Gene-editing pioneers launch genetic medicines company

Scientific pioneers David R Liu, Feng Zhang and J Keith Joung have announced the launch of Beam Therapeutics, said to be the first company to pursue the development of new therapies using CRISPR base editing technology.

Beam Therapeutics will build on its co-founders’ work advancing CRISPR gene editing, developing precision genetic medicines that make edits to individual base pairs in the genetic code. The company’s research will focus on multiple DNA base editor platforms developed in Liu’s lab at Harvard University, as well as on the RNA base editor platform developed by Zhang at the Broad Institute of MIT and Harvard.

DNA is made up of billions of nucleobases (bases), each represented by a single letter (A, G, T, C), which are subsequently encoded in RNA messages for expression by the cell. Base editors are capable of precisely targeting and directly editing just one base out of billions within the genome, without cutting the DNA or RNA. Beam aims to use these technologies to generate a broad pipeline of precision genetic medicines that repair disease-causing point mutations, write in protective genetic variations or modulate the expression or function of disease-causing genes.

“Base editors are capable of making single-base changes with high efficiency and unprecedented control,” said Beam CEO John Evans. “Beam has assembled the key technologies in base editing and is dedicated to establishing base editors as a new therapeutic option for patients with serious diseases.”

Beam’s first licence agreement is with Harvard University for base editing technologies in the field of human therapeutics. This licence covers two base editing platforms developed in Liu’s lab in Harvard’s Department of Chemistry and Chemical Biology. The first is the C base editor (‘BE’), originally published in Nature in 2016, which features Cas9 linked to a cytidine deaminase to deliver programmable C-to-T or G-to-A edits in DNA. The second is the A base editor (‘ABE’), published in Nature in 2017, which features Cas9 linked to an evolved form of adenosine deaminase capable of editing DNA to deliver programmable A-to-G or T-to-C edits.

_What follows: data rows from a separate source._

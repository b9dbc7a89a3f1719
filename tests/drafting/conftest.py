"""Small folders of recordings to draft studies from."""

from __future__ import annotations

import json
from typing import TYPE_CHECKING

import numpy as np
import pytest

from bandcairn.recordings.export import ExportChannel, write_bdf, write_edf

if TYPE_CHECKING:
    from collections.abc import Callable, Sequence
    from pathlib import Path

    from numpy.typing import NDArray

PEOPLE = ("01", "02", "03")
TASKS = ("rest", "watch")
LENGTH_S = 40


@pytest.fixture(scope="session")
def noise() -> Callable[..., NDArray[np.float64]]:
    """Build samples: `noise(rate_hz, length_s=40, seed=1, spread=20, hum_hz=None, hum=40)`."""

    def build(
        rate_hz: int,
        *,
        length_s: int = LENGTH_S,
        seed: int = 1,
        spread: float = 20.0,
        hum_hz: float | None = None,
        hum: float = 40.0,
    ) -> NDArray[np.float64]:
        time_s = np.arange(length_s * rate_hz) / rate_hz
        samples = spread * np.random.default_rng(seed).standard_normal(time_s.size)
        return samples if hum_hz is None else samples + hum * np.sin(2 * np.pi * hum_hz * time_s)

    return build


@pytest.fixture(scope="session")
def put_edf(noise: Callable[..., NDArray[np.float64]]) -> Callable[..., None]:
    """Write an EDF or BDF file: `put_edf(path, {"Fz": 256}, unit="uV", **noise)`; folders are made."""

    def put(path: Path, rates_hz: dict[str, int], unit: str = "uV", **how: float) -> None:
        path.parent.mkdir(parents=True, exist_ok=True)
        channels = [
            ExportChannel(label, unit, rate_hz, noise(rate_hz, **how), (-3000.0, 3000.0))
            for label, rate_hz in rates_hz.items()
        ]
        (write_bdf if path.suffix == ".bdf" else write_edf)(path, channels)

    return put


@pytest.fixture(scope="session")
def put_table() -> Callable[..., None]:
    """Write a tab-separated table: `put_table(path, header, *rows)`."""

    def put(path: Path, *rows: Sequence[object]) -> None:
        path.parent.mkdir(parents=True, exist_ok=True)
        path.write_text("".join("\t".join(map(str, row)) + "\n" for row in rows), "utf-8")

    return put


@pytest.fixture
def dataset(tmp_path: Path, put_edf: Callable[..., None], put_table: Callable[..., None]) -> Path:
    """Return a complete BIDS dataset: 3 people by 2 tasks, EEG with ECG in EDF, EMG of its own in BDF.

    The JSON of the root describes every EEG file; the channels of one recording are described beside it.
    """
    root = tmp_path / "harbour"
    root.mkdir()
    (root / "dataset_description.json").write_text(
        json.dumps({"Name": "Harbour watch", "BIDSVersion": "1.11.0"})
    )
    put_table(
        root / "participants.tsv",
        ("participant_id", "age", "group"),
        ("sub-01", 31, "crew"),
        ("sub-02", 44, "crew"),
        ("sub-03", "n/a", "office"),
    )
    common = {"SoftwareFilters": "n/a", "PowerLineFrequency": 50, "RecordingType": "continuous"}
    eeg = {**common, "EEGReference": "M1", "SamplingFrequency": 256}
    (root / "task-rest_eeg.json").write_text(json.dumps({**eeg, "TaskName": "rest"}))
    (root / "task-watch_eeg.json").write_text(json.dumps({**eeg, "TaskName": "watch"}))
    (root / "emg.json").write_text(json.dumps({**common, "EMGReference": "elbow", "SamplingFrequency": 1000}))
    header = ("name", "type", "units", "sampling_frequency", "status", "status_description")
    eeg_rows = [
        ("Fz", "EEG", "uV", "n/a", "good", "n/a"),
        ("Cz", "EEG", "uV", "n/a", "good", "n/a"),
        ("Heart", "ECG", "uV", "512", "good", "n/a"),
        ("UP", "VEOG", "uV", "n/a", "good", "n/a"),
    ]
    put_table(root / "task-rest_channels.tsv", header, *eeg_rows)
    put_table(root / "task-watch_channels.tsv", header, *eeg_rows)
    events = ("onset", "duration", "trial_type")
    for person in PEOPLE:
        folder = root / f"sub-{person}"
        for task in TASKS:
            stem = f"sub-{person}_task-{task}"
            put_edf(folder / "eeg" / f"{stem}_eeg.edf", {"Fz": 256, "Cz": 256, "Heart": 512, "UP": 256})
            put_edf(folder / "emg" / f"{stem}_emg.bdf", {"B1": 1000})
            put_table(
                folder / "emg" / f"{stem}_channels.tsv",
                ("name", "type", "units", "target_muscle"),
                ("B1", "EMG", "uV", "biceps brachii"),
            )
            put_table(folder / "emg" / f"{stem}_events.tsv", events, (5, 20, "hold"), (30, 0, "beep"))
    bad = [("Cz", "EEG", "uV", "n/a", "bad", "loose"), *(row for row in eeg_rows if row[0] != "Cz")]
    put_table(root / "sub-02" / "eeg" / "sub-02_task-rest_channels.tsv", header, *bad)
    return root
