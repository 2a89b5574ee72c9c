// SPDX-License-Identifier: MIT
#include "firmware_host/car/circuit.hpp"

#include <algorithm>
#include <cmath>
#include <numbers>

namespace holdfast::sim {
namespace {

constexpr double kNoLimitMps = 150.0;
// The plan keeps a little of the braking in hand, so that a real braking can make up for its slow first
// moments.
constexpr double kBrakingInHand = 0.95;
constexpr double kLeastDropMps = 5.0;  // a smaller drop of speed is no braking zone

}  // namespace

Circuit::Circuit(const CircuitParameters& parameters) : parameters_(parameters) {
    for (const Segment& segment : parameters.segments) {
        length_m_ += segment.length_m;
        ends_m_.push_back(length_m_);
    }
}

double Circuit::lap_distance_m(double distance_m) const {
    return distance_m - length_m_ * std::floor(distance_m / length_m_);
}

const Segment& Circuit::segment(double lap_distance_m) const {
    const auto end = std::upper_bound(ends_m_.begin(), ends_m_.end(), lap_distance_m);
    const auto i = std::min<std::ptrdiff_t>(end - ends_m_.begin(), std::ssize(ends_m_) - 1);
    return parameters_.segments[static_cast<std::size_t>(i)];
}

double Circuit::grade(double lap_distance_m) const {
    const double wave = 2.0 * std::numbers::pi * parameters_.elevation_waves / length_m_;
    return parameters_.elevation_m * wave * std::cos(wave * lap_distance_m);
}

double Circuit::dip_pm(double lap_distance_m) const {
    const double wave = 2.0 * std::numbers::pi * parameters_.elevation_waves / length_m_;
    return -parameters_.elevation_m * wave * wave * std::sin(wave * lap_distance_m);
}

SpeedPlan::SpeedPlan(const Circuit& circuit, const DriverParameters& driver, const Capability& car)
    : driver_(driver), car_(car) {
    const auto metres = static_cast<std::size_t>(std::ceil(circuit.length_m()));
    limit_mps_.resize(metres);
    for (std::size_t i = 0; i < metres; ++i) {
        const double curvature = circuit.segment(static_cast<double>(i)).curvature_pm;
        limit_mps_[i] = curvature == 0.0 ? kNoLimitMps : corner_speed_mps(std::abs(curvature));
    }
    // Backwards from each corner at the braking the car can do; twice round, for the corner after the line.
    for (std::size_t n = 2 * metres; n-- > 0;) {
        const double next = limit_mps_[(n + 1) % metres];
        const double braking = kBrakingInHand * braking_mps2(next);
        double& here = limit_mps_[n % metres];
        here = std::min(here, std::sqrt(next * next + 2.0 * braking));
    }
    find_zones();
}

double SpeedPlan::corner_speed_mps(double curvature_pm) const {
    // v^2 curvature = grip (g + 1/2 rho area v^2 / m), solved for v^2.
    const double per_speed2 =
        driver_.grip * 0.5 * car_.air_density_kgpm3 * car_.downforce_area_m2 / car_.mass_kg;
    const double by_limit = std::sqrt(driver_.lateral_limit_mps2 / curvature_pm);
    if (curvature_pm <= per_speed2) return std::min(kNoLimitMps, by_limit);
    return std::min(
        {kNoLimitMps, by_limit, std::sqrt(driver_.grip * kGravity / (curvature_pm - per_speed2))});
}

double SpeedPlan::braking_mps2(double speed_mps) const {
    const double pressure = 0.5 * car_.air_density_kgpm3 * speed_mps * speed_mps;
    const double by_grip =
        driver_.braking_grip * (kGravity + pressure * car_.downforce_area_m2 / car_.mass_kg);
    return std::min(driver_.braking_limit_mps2, by_grip);
}

double SpeedPlan::limit_mps(double lap_distance_m) const {
    const auto whole = static_cast<std::size_t>(lap_distance_m);
    const double share = lap_distance_m - static_cast<double>(whole);
    const double here = limit_mps_[whole % limit_mps_.size()];
    const double next = limit_mps_[(whole + 1) % limit_mps_.size()];
    return here + share * (next - here);
}

void SpeedPlan::find_zones() {
    // Drive two laps by metres; the second, begun at speed, is the one that counts.
    const auto metres = limit_mps_.size();
    double speed = driver_.start_speed_mps;
    double speed_before_braking = 0.0;
    bool braking = false;
    for (std::size_t n = 0; n < 2 * metres; ++n) {
        const double drag = 0.5 * car_.air_density_kgpm3 * car_.drag_area_m2 * speed * speed;
        const double force = std::min(driver_.drive_limit_n, driver_.power_w / speed) - drag;
        const double free = std::sqrt(std::max(1.0, speed * speed + 2.0 * force / car_.mass_kg));
        const double limit = limit_mps_[(n + 1) % metres];
        const bool held_back = limit < free && limit < speed;
        if (held_back && !braking) speed_before_braking = speed;
        if (braking && !held_back && n >= metres && speed_before_braking - speed > kLeastDropMps) {
            zone_end_m_.push_back(static_cast<double>(n % metres));
        }
        braking = held_back;
        speed = std::min(free, limit);
    }
    std::sort(zone_end_m_.begin(), zone_end_m_.end());
}

int SpeedPlan::zone_ahead(double lap_distance_m) const {
    if (zone_end_m_.empty()) return 0;
    if (zone_is_next_lap(lap_distance_m)) return 1;
    const auto next = std::lower_bound(zone_end_m_.begin(), zone_end_m_.end(), lap_distance_m);
    return static_cast<int>(next - zone_end_m_.begin()) + 1;
}

}  // namespace holdfast::sim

In a second agreement with the Broad Institute, Beam is able to acquire RNA base editing technologies from Zhang’s lab. This includes the RNA editor platform (‘REPAIR’), first published in Science in 2017, which features Cas13 linked to an adenosine deaminase to deliver single base A-to-G editing of RNA transcripts.

Both licences provide an initial period of exclusivity for human therapeutic use, after which time there is a mechanism to extend a licence to others on an individual gene target basis if the technology is not being actively developed for that target.

Finally, Beam has entered into a licensing and option agreement with Editas Medicine for exclusive rights to certain intellectual property licensed to Editas Medicine by Harvard, the Broad Institute and Massachusetts General Hospital (MGH), as well as to certain Editas Medicine technologies. Under this agreement, Beam has received an exclusive sublicence to patent filings by Harvard for base editing technologies developed in the Liu Lab and patent filings by MGH for CRISPR technology developed in the Joung Lab, as well as an exclusive option for future sublicensing of additional Cas9 patent families and Cpf1 patent families in the field of base editing. In return, Editas Medicine has received an equity stake in Beam and will be eligible for royalties on medicines utilising the related intellectual property and technologies.

Beam is launching with up to US$87 million in cumulative Series A funding for Beam and an affiliated entity, led by biotech venture capital firms F-Prime Capital Partners and ARCH Venture Partners. According to Robert Nelsen, Managing Director and Co-Founder of ARCH Venture Partners, Beam is “uniquely positioned to change how we treat and potentially even prevent diseases” thanks to its next-generation gene editing technology, world-class team and significant resources.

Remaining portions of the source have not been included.